One of our used apps was the voice memo app on the iPhone. We have used it very often for things like keeping track of conversations, taking notes in class, etc. However, one of the biggest limitations with voice memos is the necessity of having to back in and replay the voice memo and having to look for a very specific moment to find something you are looking for. From this experience, we realized the potential that LLMs could play with streamlining and making this process significantly less tedious therefore saving tons of time in the process.
Our app is meant to listen in on your conversations and take out key details and actionable items from them - it helps you be on time and acts as a little personal assistant. Amica can take any audio recording map out key to-dos for you and add important events to a calendar. Users can also use the chat feature to
We built this project using OpenAI APIs - GPT-4-turbo and Whisper. All user recordings are passed through the whisper API which lets us transcribe them, these are then stored in a vector database with the help of OpenAI. This information is then used to create actionable items with the help of GPT 4 and is also used by our agent to answer any questions the user might have.
The most difficult part of this project was covering all of the edge cases with LLMs. LLMs tend to be extremely stochastic entities and oftentimes will output things you would not expect. For example, one of the things we were trying to keep track of was time. In one of our example prompts, we said “tonight” instead of an actual time and the LLM interpreted it as an actual time. Despite technically being correct, this was not the expected output, and therefore, we needed to alter the prompt to take this into account.
We’re proud of having built a useful agent in a short duration. This project can be used for experimenting with different agent interaction UIs - it serves as a good MVP for how general purpose assistants can be used in the future.

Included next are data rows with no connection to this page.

"""The series tables as data, and how faulty ones are refused.

"check values" is the project's shared document of outside figures, "Preferred values (IEC
60063:2015)".
"""

from __future__ import annotations

import zipfile
from decimal import Decimal
from itertools import pairwise
from pathlib import Path

import pytest

from biasband.errors import BadlyWritten, UsageError
from biasband.files.series_files import load_all, load_series, read_index, read_table, tables_folder
from biasband.files.series_rows import SeriesEntry

# E24 from memory of the trade; check values state where it leaves the formula (below).
E24 = [
    *("1.0", "1.1", "1.2", "1.3", "1.5", "1.6", "1.8", "2.0", "2.2", "2.4", "2.7", "3.0"),
    *("3.3", "3.6", "3.9", "4.3", "4.7", "5.1", "5.6", "6.2", "6.8", "7.5", "8.2", "9.1"),
]
# Check values: what stands in E24, and what the formula gives there.
E24_EXCEPTIONS = {
    "2.7": "2.6",
    "3.0": "2.9",
    "3.3": "3.2",
    "3.6": "3.5",
    "3.9": "3.8",
    "4.3": "4.2",
    "4.7": "4.6",
    "8.2": "8.3",
}


def mantissas(name: str) -> list[Decimal]:
    return list(load_series(name).mantissas)


def formula(count: int, places: str) -> list[Decimal]:
    """10^(k/n), rounded (IEC 60063)."""
    return [(Decimal(10) ** (Decimal(k) / count)).quantize(Decimal(places)) for k in range(count)]


@pytest.mark.parametrize(("name", "count"), [("E48", 48), ("E96", 96)])
def test_fine_series_follow_the_formula(name: str, count: int) -> None:
    assert mantissas(name) == formula(count, "0.01")


def test_e192_follows_the_formula_with_its_one_exception() -> None:
    expected = formula(192, "0.01")
    assert expected[185] == Decimal("9.19")  # check values: the formula's figure
    expected[185] = Decimal("9.20")  # check values: the standard's figure (memory)
    assert mantissas("E192") == expected


def test_e24_is_the_historic_list_and_leaves_the_formula_at_eight_values() -> None:
    assert [str(each) for each in mantissas("E24")] == E24
    pairs = zip(mantissas("E24"), formula(24, "0.1"), strict=True)
    assert {str(ours): str(other) for ours, other in pairs if ours != other} == E24_EXCEPTIONS


@pytest.mark.parametrize(("name", "every"), [("E12", 2), ("E6", 4), ("E3", 8)])
def test_coarse_series_are_every_nth_of_e24(name: str, every: int) -> None:
    assert [str(each) for each in mantissas(name)] == E24[::every]  # check values


def test_fine_series_contain_each_other() -> None:
    assert set(mantissas("E48")) < set(mantissas("E96")) < set(mantissas("E192"))  # check values


def test_e24_and_e96_share_six_values_and_have_114_together() -> None:
    e24, e96 = set(mantissas("E24")), set(mantissas("E96"))
    assert sorted(map(float, e24 & e96)) == [1.0, 1.1, 1.3, 1.5, 2.0, 7.5]  # check values
    assert len(e24 | e96) == 114  # check values


# Check values, nearest by difference: half a unit of the last printed figure is the room. At the midpoint of
# a gap the error is (high − low)/(high + low).
@pytest.mark.parametrize(
    ("name", "percent", "room"),
    [
        ("E3", 37.5, 0.05),
        ("E6", 20.0, 0.05),
        ("E12", 11.1, 0.05),
        ("E24", 7.14, 0.005),
        ("E48", 2.59, 0.005),
        ("E96", 1.48, 0.005),
        ("E192", 0.97, 0.005),
    ],
)
def test_worst_distance_by_difference_is_the_published_one(name: str, percent: float, room: float) -> None:
    values = [float(each) for each in mantissas(name)] + [10.0]
    gaps = [(high - low) / (high + low) for low, high in pairwise(values)]
    assert 100 * max(gaps) == pytest.approx(percent, abs=room)


def test_usual_tolerances_are_the_standards() -> None:
    # Check values; E3 is "over 20 %", no single figure.
    expected = {"E3": None, "E6": 0.2, "E12": 0.1, "E24": 0.05, "E48": 0.02, "E96": 0.01, "E192": 0.005}
    assert {name: series.usual_tolerance for name, series in load_all().items()} == expected


def test_all_series_are_loaded_by_name_in_order_and_once() -> None:
    assert list(load_all()) == ["E3", "E6", "E12", "E24", "E48", "E96", "E192"]
    assert all(series.name == name for name, series in load_all().items())
    assert load_series("E24") is load_series("E24") is load_all()["E24"]


def test_every_table_in_the_folder_is_in_the_index() -> None:
    tables = {path.name for path in tables_folder().iterdir() if path.name.endswith(".csv")}
    assert tables == {"series.csv", *(f"{name}.csv" for name in load_all())}


@pytest.mark.parametrize("name", ["E25", "e24", "", "../E24"])
def test_unknown_series_is_refused_with_the_known_ones(name: str) -> None:
    with pytest.raises(UsageError, match="allowed: E3, E6, E12, E24, E48, E96, E192"):
        load_series(name)


THREE = SeriesEntry(name="invented", values_per_decade=3, usual_tolerance=None)


def table(folder: Path, content: str | bytes, *, name: str = "invented") -> Path:
    data = content if isinstance(content, bytes) else content.encode()
    (folder / f"{name}.csv").write_bytes(data)
    return folder


@pytest.mark.parametrize(
    "content", [b"mantissa\r\n1.0\r\n2.2\r\n4.7\r\n", b"\xef\xbb\xbfmantissa\n1.0\n2.2\n4.7"]
)
def test_windows_line_ends_and_a_byte_order_mark_are_read(tmp_path: Path, content: bytes) -> None:
    series = read_table(table(tmp_path, content), THREE)
    assert series.mantissas == (Decimal("1.0"), Decimal("2.2"), Decimal("4.7"))


# Line numbers and values by eye, from the text beside them.
@pytest.mark.parametrize(
    ("content", "message"),
    [
        ("mantissa\n1.0\n2,2\n4.7\n", r"invented\.csv:3: mantissa: 2 cells, not 1"),
        ("mantissa\n1.0\n\n4.7\n", r"invented\.csv:3: mantissa: 0 cells, not 1"),
        ("mantissa\n1.0\n2k2\n4.7\n", r"invented\.csv:3: mantissa: not a plain number.*read '2k2'"),
        ("mantissa\n1.0\nnan\n4.7\n", r"invented\.csv:3: mantissa: not a plain number.*read 'nan'"),
        ("mantissa\n1.0\n2.2000001\n4.7\n", r"invented\.csv:3: mantissa: not a plain number"),
        ("mantissa\n0.9\n2.2\n4.7\n", r"invented\.csv:2: mantissa: not at least 1 and below 10; read '0\.9'"),
        ("mantissa\n1.0\n2.2\n10\n", r"invented\.csv:4: mantissa: not at least 1 and below 10; read '10'"),
        ("mantissa\n1.0\n4.7\n2.2\n", r"invented\.csv:4: mantissa: not above the value before it, 4\.7"),
        ("mantissa\n1.0\n1.00\n2.2\n", r"invented\.csv:3: mantissa: not above the value before it, 1\.0"),
        ("mantissa\n1.0\n2.2\n", r"invented\.csv:3: invented: 2 values, not 3"),
        ("mantissa\n", r"invented\.csv:1: invented: 0 values, not 3"),
        ("", r"invented\.csv:1: wrong header; allowed: mantissa"),
        ("value\n1.0\n2.2\n4.7\n", r"invented\.csv:1: wrong header; allowed: mantissa"),
        (b"mantissa\n\xff\xfe\n", r"invented\.csv:2: not UTF-8 text; allowed: a CSV text, saved as UTF-8"),
        (b"mantissa\n\0\n", r"invented\.csv: a binary file; allowed: a CSV text"),
        ('mantissa\n1.0\n"2.2\n4.7\n', r"invented\.csv:3: not a table"),
    ],
)
def test_faulty_table_names_file_line_and_fault(tmp_path: Path, content: str | bytes, message: str) -> None:
    with pytest.raises(BadlyWritten, match=message):
        read_table(table(tmp_path, content), THREE)


def test_table_inside_a_zipped_package_is_read(tmp_path: Path) -> None:
    with zipfile.ZipFile(tmp_path / "package.zip", "w") as package:
        package.writestr("invented.csv", "mantissa\n1.0\n2.2\n4.7\n")
    with zipfile.ZipFile(tmp_path / "package.zip") as package:
        assert len(read_table(zipfile.Path(package), THREE).mantissas) == 3


def test_row_of_another_width_hides_no_other_fault(tmp_path: Path) -> None:
    with pytest.raises(BadlyWritten, match="badly written") as caught:
        read_table(table(tmp_path, "mantissa\n1.0\n2,2\nx\n"), THREE)
    assert [fault.line for fault in caught.value.faults] == [3, 4]


def test_every_faulty_row_is_reported_at_once(tmp_path: Path) -> None:
    with pytest.raises(BadlyWritten, match="badly written") as caught:
        read_table(table(tmp_path, "mantissa\n0.5\n2.2\nx\n1.5\n"), THREE)
    assert [fault.line for fault in caught.value.faults] == [2, 4, 5, 5]  # the last for 4 values, not 3


def test_missing_table_is_an_error(tmp_path: Path) -> None:
    with pytest.raises(BadlyWritten, match=r"invented\.csv: no such file"):
        read_table(tmp_path, THREE)


HEADER = "series,values_per_decade,usual_tolerance_percent\n"


def test_index_is_read_with_and_without_tolerance(tmp_path: Path) -> None:
    folder = table(tmp_path, HEADER + "coarse,3,\nfine,96,0.25\n", name="series")
    assert read_index(folder) == (
        SeriesEntry(name="coarse", values_per_decade=3, usual_tolerance=None),
        SeriesEntry(name="fine", values_per_decade=96, usual_tolerance=0.0025),
    )


@pytest.mark.parametrize(
    ("rows", "message"),
    [
        ("E3,three,20\n", r"series\.csv:2: values_per_decade: not a count; read 'three'"),
        ("E3,0,20\n", r"series\.csv:2: values_per_decade: not a count; read '0'"),
        ("E3,3,20 %\n", r"series\.csv:2: usual_tolerance_percent: not a percentage, nor empty; read '20 %'"),
        ("E3,3,100\n", r"series\.csv:2: usual_tolerance_percent: not a percentage"),
        ("E3,3,\nE3,3,\n", r"series\.csv:3: series: given in line 2 already; read 'E3'"),
        ("E3,3,\ne3,3,\n", r"series\.csv:3: series: given in line 2 already; read 'e3'"),
        (",3,\n", r"series\.csv:2: series: no name for a series"),
        ("../E3,3,\n", r"series\.csv:2: series: no name for a series; read '\.\./E3'"),
        ("series,3,\n", r"series\.csv:2: series: no name for a series; read 'series'"),
        ("", r"series\.csv:1: no series below the header"),
        ("E3,3\n", r"series\.csv:2: .*2 cells, not 3"),
    ],
)
def test_faulty_index_names_line_and_fault(tmp_path: Path, rows: str, message: str) -> None:
    with pytest.raises(BadlyWritten, match=message):
        read_index(table(tmp_path, HEADER + rows, name="series"))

Our app is meant for single users to plan out their days (i.e., it's a supercharged voice memo app). In the future, we hope to provide our consumers with collaborative functionality to enable AI agents to make plans based on a more conversational context. There are a couple of ways this could work - first, if both users have the app, we could process the transcribed voice memos separately so that the AI agent can differentiate between the two people in the conversation, aggregate it later as a post-processing step, and from that it could make plans. Alternatively, on a singular device, we could apply speech diarization techniques to differentiate between multiple people talking.
Another feature we want to potentially pursue is making this agent become a single source of truth for all your data. Right now, we only leverage voice memos for information. We could give it additional permissions to look at things like screenshots (i.e., perhaps plane tickets) and organize all that information into a more actionable set of items. Essentially, the larger idea is this should be the unified hub for all organizational purposes, completely automated and controlled by AI.